Ele cita um problema com o qual pilotos de ponto e estreantes teriam que lidar no GP do Brasil, e que seria difícil prever o vencedor da corrida. “Piloto que está lutando e vê que tem condições de ultrapassar vai precisar ter um grande controle para admitir que o consumo está acima do normal e é necessário diminuir o ritmo ao invés de acelerar, para conseguir chegar ao final. Serão muitas possibilidades e probabilidades”.
Ainda sobre as novidades, ele citou que algumas pistas obrigariam a uma boa posição de largada, por dificuldade de ultrapassagem, como Mônaco e Detroit. “Vai continuar sendo vital uma boa posição no grid de largada para evitar atrasos e contratempo durante a prova”.
Analisando o seu carro, uma Toleman, Ayrton tinha ciência de que o modelo não era o melhor e o descreveu como “ultrapassado em termos de velocidade”, mas confiava no baixo consumo de combustível e resistência para ganhar posições durante a corrida e conseguir uma posição surpreendente. “Vai ser difícil, mas tem possibilidade. A corrida é longa, muita coisa acontece e a gente tá colocando fé que no final vai conseguir alguns pontinhos. O importante, porém, é encarar o resultado, seja qual for: muito bom, bom ou negativo. É nova fase na carreira em que vou ter que adquirir experiência”.

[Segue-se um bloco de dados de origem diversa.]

using System.Collections.Immutable;
using System.Globalization;
using System.Numerics;
using LoopShaper.Core.Numerics;
using LoopShaper.Core.TransferFunctions;

namespace LoopShaper.Core.Analysis;

/// <summary>
/// Finds every gain and phase crossover of a loop gain T(j omega) in a frequency range and derives the margins
/// (shared/CONVENTIONS.md, shared/MARGIN-CASES.md). Crossings are bracketed on a grid in log frequency that is refined
/// until the phase moves less than a few degrees between points, then solved by Brent's method on the analytic
/// function to 1e-12 in ln(omega); nothing is interpolated from the grid and nothing is extrapolated outside the range.
/// </summary>
public static class MarginAnalyzer
{
    private const double RootToleranceLnOmega = 1e-12;
    private const double TouchToleranceLn = 1e-9;
    private const double EdgeToleranceRad = 1e-12;
    private const double MaxPhaseStepRad = 5.0 * Math.PI / 180.0;
    private const int BasePointsPerDecade = 24;
    private const int MaxSamples = 400_000;

    /// <summary>Analyses the loop gain over [startHz, stopHz].</summary>
    public static StabilityMargins Analyze(TransferFunction loop, double startHz, double stopHz)
    {
        if (!(startHz > 0) || !(stopHz > startHz) || !double.IsFinite(stopHz))
        {
            throw new ArgumentOutOfRangeException(nameof(startHz), "The range needs 0 < start < stop, both finite.");
        }

        var notes = new List<string>();
        double lnA = Math.Log(2 * Math.PI * startHz), lnB = Math.Log(2 * Math.PI * stopHz);
        var segments = Segments(loop, lnA, lnB);

        var gain = new List<GainCrossover>();
        var touches = new List<MagnitudeTouch>();
        var phase = new List<PhaseCrossover>();
        foreach (var (a, b) in segments)
        {
            var (u, ph, lm) = RefinedGrid(loop, a, b);
            FindGainCrossings(loop, u, lm, gain, touches);
            FindPhaseCrossings(loop, u, ph, phase);
        }

        gain.Sort((x, y) => x.FrequencyHz.CompareTo(y.FrequencyHz));
        phase.Sort((x, y) => x.FrequencyHz.CompareTo(y.FrequencyHz));
        touches.Sort((x, y) => x.FrequencyHz.CompareTo(y.FrequencyHz));

        var inv = CultureInfo.InvariantCulture;
        double lowDb = Db(loop, lnA), highDb = Db(loop, lnB);
        if (highDb > 0)
        {
            notes.Add(string.Create(inv, $"The loop gain is still above 0 dB ({highDb:F2} dB) at the upper end of the range, {stopHz:G4} Hz: a gain crossover lies above the analysed range."));
        }

        if (lowDb < 0 && gain.Count == 0)
        {
            notes.Add(string.Create(inv, $"The loop gain is below 0 dB ({lowDb:F2} dB) at the lower end of the range, {startHz:G4} Hz, and never reaches 0 dB in range."));
        }

        // Open-loop right-half-plane poles and closed-loop poles (MARGIN-CASES 6).
        int rhp = loop.Poles.Count(p => p.Real > 0);
        if (rhp > 0)
        {
            notes.Add(string.Create(inv, $"The open loop has {rhp} pole(s) in the right half plane: margins alone do not decide stability; the closed-loop poles do."));
        }

        int? pade = null;
        var rational = loop;
        if (loop.HasDelay)
        {
            double wMax = gain.Count == 0 ? 2 * Math.PI * stopHz : 2 * Math.PI * gain.Max(g => g.FrequencyHz) * 3;
            pade = PadeApproximation.SuggestOrder(loop.DelayS, wMax);
            rational = loop.WithPadeDelay(pade.Value);
            notes.Add(string.Create(inv, $"Closed-loop poles use a Pade approximation of order {pade} for the {loop.DelayS:G3} s delay."));
        }

        ImmutableArray<Complex> clPoles = loop.Gain == 0.0 ? [.. rational.AllPoles] : rational.ClosedLoopPoles();
        bool stable = clPoles.All(p => p.Real < -TransferFunction.AxisTolerance * Math.Max(Complex.Abs(p), 1e-300));

        double? delayMargin = null;
        if (stable)
        {
            var positive = gain.Where(g => g.PhaseMarginDeg > 0).ToList();
            if (positive.Count > 0)
            {
                delayMargin = positive.Min(g => g.PhaseMarginDeg * Math.PI / 180.0 / (2 * Math.PI * g.FrequencyHz));
            }
        }

        if (gain.Count > 1)
        {
            notes.Add(string.Create(inv, $"The loop gain crosses 0 dB {gain.Count} times; the smallest phase margin is reported."));
        }

        if (touches.Count > 0)
        {
            notes.Add(string.Create(inv, $"The loop gain touches 0 dB without crossing at {string.Join(", ", touches.Select(t => t.FrequencyHz.ToString("G4", inv)))} Hz."));
        }

        return new StabilityMargins
        {
            StartHz = startHz,
            StopHz = stopHz,
            GainCrossovers = [.. gain],
            PhaseCrossovers = [.. phase],
            Touches = [.. touches],
            DelayMarginS = delayMargin,
            OpenLoopRhpPoleCount = rhp,
            IsClosedLoopStable = stable,
            ClosedLoopPoles = clPoles,
            ClosedLoopPadeOrder = pade,
            Notes = [.. notes],
        };
    }

    /// <summary>Phase margin 180 + phase, the phase continuous from the low-frequency end (shared/CONVENTIONS.md; no folding into 0..360).</summary>
    public static double PhaseMarginFromPhase(double phaseDeg) => 180.0 + phaseDeg;

    private static double Db(TransferFunction t, double lnW) => 20.0 / Math.Log(10.0) * t.LogMagnitude(Math.Exp(lnW));

    /// <summary>Splits the range at the imaginary-axis roots, where the phase jumps by 180 degrees and the magnitude goes to 0 or infinity.</summary>
    private static List<(double A, double B)> Segments(TransferFunction loop, double lnA, double lnB)
    {
        var cuts = loop.AxisRootFrequencies().Select(w => Math.Log(w)).Where(c => c > lnA && c < lnB).Distinct().Order().ToList();
        var result = new List<(double, double)>();
        double a = lnA;
        foreach (var c in cuts)
        {
            result.Add((a, c - 1e-9));
            a = c + 1e-9;
        }

        result.Add((a, lnB));
        return result.Where(s => s.Item2 > s.Item1).ToList();
    }

    /// <summary>
    /// Points in ln(omega): an even grid, the root magnitudes, then bisection wherever the phase moves more than
    /// 5 degrees or the log-magnitude more than 0.5 between neighbours.
    /// </summary>
    private static (List<double> U, List<double> Phase, List<double> LogMagnitude) RefinedGrid(TransferFunction loop, double a, double b)
    {
        int n = Math.Max((int)Math.Ceiling((b - a) / Math.Log(10) * BasePointsPerDecade), 4);
        var u = new List<double>(n + 16);
        for (int i = 0; i <= n; i++)
        {
            u.Add(a + ((b - a) * i / n));
        }

        foreach (var r in loop.Zeros.Concat(loop.Poles))
        {
            double m = Math.Log(r.Magnitude);
            if (m > a && m < b)
            {
                u.Add(m);
            }
        }

        u.Sort();
        var ph = new List<double>(u.Count);
        var lm = new List<double>(u.Count);
        foreach (double x in u)
        {
            loop.LogMagnitudeAndPhase(Math.Exp(x), out double m0, out double p0);
            ph.Add(p0);
            lm.Add(m0);
        }

        var outU = new List<double>(u.Count * 2) { u[0] };
        var outP = new List<double>(u.Count * 2) { ph[0] };
        var outM = new List<double>(u.Count * 2) { lm[0] };
        var stack = new Stack<(double U0, double P0, double M0, double U1, double P1, double M1, int Depth)>();
        for (int i = 0; i + 1 < u.Count; i++)
        {
            stack.Push((u[i], ph[i], lm[i], u[i + 1], ph[i + 1], lm[i + 1], 0));
            while (stack.Count > 0)
            {
                var (u0, p0, m0, u1, p1, m1, depth) = stack.Pop();
                bool coarse = Math.Abs(p1 - p0) > MaxPhaseStepRad || Math.Abs(m1 - m0) > 0.5;
                if (coarse && depth < 40 && u1 - u0 > 1e-10 && outU.Count < MaxSamples)
                {
                    double um = 0.5 * (u0 + u1);
                    loop.LogMagnitudeAndPhase(Math.Exp(um), out double mm, out double pm);
                    stack.Push((um, pm, mm, u1, p1, m1, depth + 1));
                    stack.Push((u0, p0, m0, um, pm, mm, depth + 1));
                }
                else if (u1 > outU[^1])
                {
                    outU.Add(u1);
                    outP.Add(p1);
                    outM.Add(m1);
                }
            }
        }

        return (outU, outP, outM);
    }

    private static void FindGainCrossings(TransferFunction loop, List<double> u, List<double> g, List<GainCrossover> gain, List<MagnitudeTouch> touches)
    {
        double G(double x) => loop.LogMagnitude(Math.Exp(x));
        var roots = new List<double>();
        for (int i = 0; i < u.Count; i++)
        {
            if (g[i] == 0.0)
            {
                roots.Add(u[i]);
                continue;
            }

            if (i + 1 < u.Count && g[i + 1] != 0.0 && Math.Sign(g[i]) != Math.Sign(g[i + 1])
                && ScalarRootFinder.TryBrent(G, u[i], u[i + 1], RootToleranceLnOmega, out double r))
            {
                roots.Add(r);
            }

            // A local extremum of |g| near zero between samples of one sign: a touch, or two crossings the grid straddled.
            if (i > 0 && i + 1 < u.Count && Math.Abs(g[i]) < 0.2
                && Math.Sign(g[i - 1]) == Math.Sign(g[i]) && Math.Sign(g[i + 1]) == Math.Sign(g[i])
                && Math.Abs(g[i]) <= Math.Abs(g[i - 1]) && Math.Abs(g[i]) <= Math.Abs(g[i + 1]))
            {
                double s = Math.Sign(g[i]);
                double xm = ScalarRootFinder.GoldenMinimum(x => s * G(x), u[i - 1], u[i + 1], 1e-12);
                double gm = G(xm);
                if (Math.Abs(gm) <= TouchToleranceLn)
                {
                    touches.Add(new MagnitudeTouch(Math.Exp(xm) / (2 * Math.PI), MarginAnalyzer.PhaseMarginFromPhase(loop.PhaseRad(Math.Exp(xm)) * 180 / Math.PI)));
                }
                else if (Math.Sign(gm) != Math.Sign(g[i]))
                {
                    if (ScalarRootFinder.TryBrent(G, u[i - 1], xm, RootToleranceLnOmega, out double r1))
                    {
                        roots.Add(r1);
                    }

                    if (ScalarRootFinder.TryBrent(G, xm, u[i + 1], RootToleranceLnOmega, out double r2))
                    {
                        roots.Add(r2);
                    }
                }
            }
        }

        roots.Sort();
        for (int i = 0; i < roots.Count; i++)
        {
            // Two roots a hair apart with |T| = 1 to round-off between them are one touch, not two crossings.
            if (i + 1 < roots.Count && roots[i + 1] - roots[i] < 1e-6)
            {
                double mid = 0.5 * (roots[i] + roots[i + 1]);
                if (Math.Abs(G(mid)) <= TouchToleranceLn)
                {
                    double w = Math.Exp(mid);
                    if (!touches.Any(t => Math.Abs(Math.Log(2 * Math.PI * t.FrequencyHz) - mid) < 1e-6))
                    {
                        touches.Add(new MagnitudeTouch(w / (2 * Math.PI), PhaseMarginFromPhase(loop.PhaseRad(w) * 180 / Math.PI)));
                    }

                    i++;
                    continue;
                }
            }

            if (gain.Count > 0 && Math.Abs(Math.Log(2 * Math.PI * gain[^1].FrequencyHz) - roots[i]) < 1e-9)
            {
                continue;
            }

            double wc = Math.Exp(roots[i]);
            double phaseDeg = loop.PhaseRad(wc) * 180 / Math.PI;
            double slope = G(roots[i] + 1e-6) - G(roots[i] - 1e-6);
            gain.Add(new GainCrossover(wc / (2 * Math.PI), phaseDeg, PhaseMarginFromPhase(phaseDeg), slope < 0));
        }
    }

    private static void FindPhaseCrossings(TransferFunction loop, List<double> u, List<double> p, List<PhaseCrossover> result)
    {
        double P(double x) => loop.PhaseRad(Math.Exp(x));
        var found = new List<(double U, int K)>();

        // The critical levels -pi + 2 pi k; level index k of the value pi (2k - 1).
        static double Level(int k) => Math.PI * ((2 * k) - 1);
        for (int i = 0; i + 1 < u.Count; i++)
        {
            double lo = Math.Min(p[i], p[i + 1]), hi = Math.Max(p[i], p[i + 1]);
            int kLo = (int)Math.Ceiling(((lo / Math.PI) + 1) / 2), kHi = (int)Math.Floor(((hi / Math.PI) + 1) / 2);
            for (int k = kLo; k <= kHi; k++)
            {
                double level = Level(k);
                if (p[i] == level)
                {
                    found.Add((u[i], k));
                    continue;
                }

                if (p[i + 1] == level)
                {
                    if (i + 2 == u.Count)
                    {
                        found.Add((u[i + 1], k));
                    }

                    continue;
                }

                if (ScalarRootFinder.TryBrent(x => P(x) - level, u[i], u[i + 1], RootToleranceLnOmega, out double r))
                {
                    found.Add((r, k));
                }
            }

            // A local extremum of the phase near a level between samples on one side of it.
            if (i > 0 && ((p[i] <= p[i - 1] && p[i] <= p[i + 1]) || (p[i] >= p[i - 1] && p[i] >= p[i + 1])))
            {
                bool isMin = p[i] <= p[i - 1] && p[i] <= p[i + 1];
                int k = (int)Math.Round(((p[i] / Math.PI) + 1) / 2);
                double level = Level(k);
                if (Math.Abs(p[i] - level) < MaxPhaseStepRad && Math.Sign(p[i] - level) == Math.Sign(p[i - 1] - level) && Math.Sign(p[i] - level) == Math.Sign(p[i + 1] - level) && p[i] != level)
                {
                    double xm = ScalarRootFinder.GoldenMinimum(x => isMin ? P(x) : -P(x), u[i - 1], u[i + 1], 1e-12);
                    double pm = P(xm);
                    if (Math.Sign(pm - level) != Math.Sign(p[i] - level))
                    {
                        if (ScalarRootFinder.TryBrent(x => P(x) - level, u[i - 1], xm, RootToleranceLnOmega, out double r1))
                        {
                            found.Add((r1, k));
                        }

                        if (ScalarRootFinder.TryBrent(x => P(x) - level, xm, u[i + 1], RootToleranceLnOmega, out double r2))
                        {
                            found.Add((r2, k));
                        }
                    }
                }
            }
        }

        // A crossing that sits on the first or last frequency to round-off (MARGIN-CASES 3).
        foreach (int e in new[] { 0, u.Count - 1 })
        {
            int k = (int)Math.Round(((p[e] / Math.PI) + 1) / 2);
            if (Math.Abs(p[e] - Level(k)) <= EdgeToleranceRad)
            {
                found.Add((u[e], k));
            }
        }

        foreach (var (x, k) in found.OrderBy(f => f.U))
        {
            if (result.Count > 0 && Math.Abs(Math.Log(2 * Math.PI * result[^1].FrequencyHz) - x) < 1e-9)
            {
                continue;
            }

            double w = Math.Exp(x);
            double db = 20.0 / Math.Log(10.0) * loop.LogMagnitude(w);
            if (!double.IsFinite(db))
            {
                continue;
            }

            result.Add(new PhaseCrossover(w / (2 * Math.PI), ((2 * k) - 1) * 180.0, db, -db));
        }
    }
}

O resultado, no fim, foi o negativo. Depois de largar em 16º, Ayrton precisou abandonar a corrida na nona volta, com problemas no turbo. O vencedor do GP foi Alain Prost, que conquistava sua primeira vitória com a McLaren.
O que Ayrton pregava era a tranquilidade e o bom senso, garantindo que daria o melhor de si, e se conscientizava de que não poderia se entusiasmar por estrear justamente em seu país. “Não dá para ultrapassar limites quando passar a reta e vir sei lá quantos milhões de brasileiros pulando, derrubando a arquibancada e torcendo por você, para não quebrar o carro ou bater”.
Ele explicou que vinha se preparando psicologicamente e fisicamente, sabendo das dificuldades e do esforço que a Fórmula 1 exigiria. Citou Nuno Cobra, que era seu preparador físico à época, e explicou que era necessário manter a lucidez, para que o calor, a tensão e pressão não o atrapalhassem. “É desgastante para o equipamento e para o piloto. Se não estiver perfeito e assimilar as condições novas pode prejudicar o equipamento. Muitos pilotos param por falta de resistência mesmo”.
Ayrton falou também sobre uma polêmica para que os GP voltassem à São Paulo, elogiou o Autódromo de Interlagos, mas criticou o governo, pedindo por reformas e melhorias. “Nada mais justo que a Fórmula 1 voltar a São Paulo e respeitar o sistema em que intercale São Paulo e Rio de Janeiro; Interlagos tem infraestrutura, pista bonita e segura, mas atualmente está desejando algumas coisas, precisa de uma série de reformas, mas desde que as autoridades daqui de São Paulo se proponham e realizem os acertos. Traria uma prova mais bonita e interessante para o público, mais voltas para conseguir o completar percurso que é sempre um só, de 318, 320km e com isso o público presenciaria os carros passando mais vezes. Não é empecilho, desde que as reformas sejam executadas”.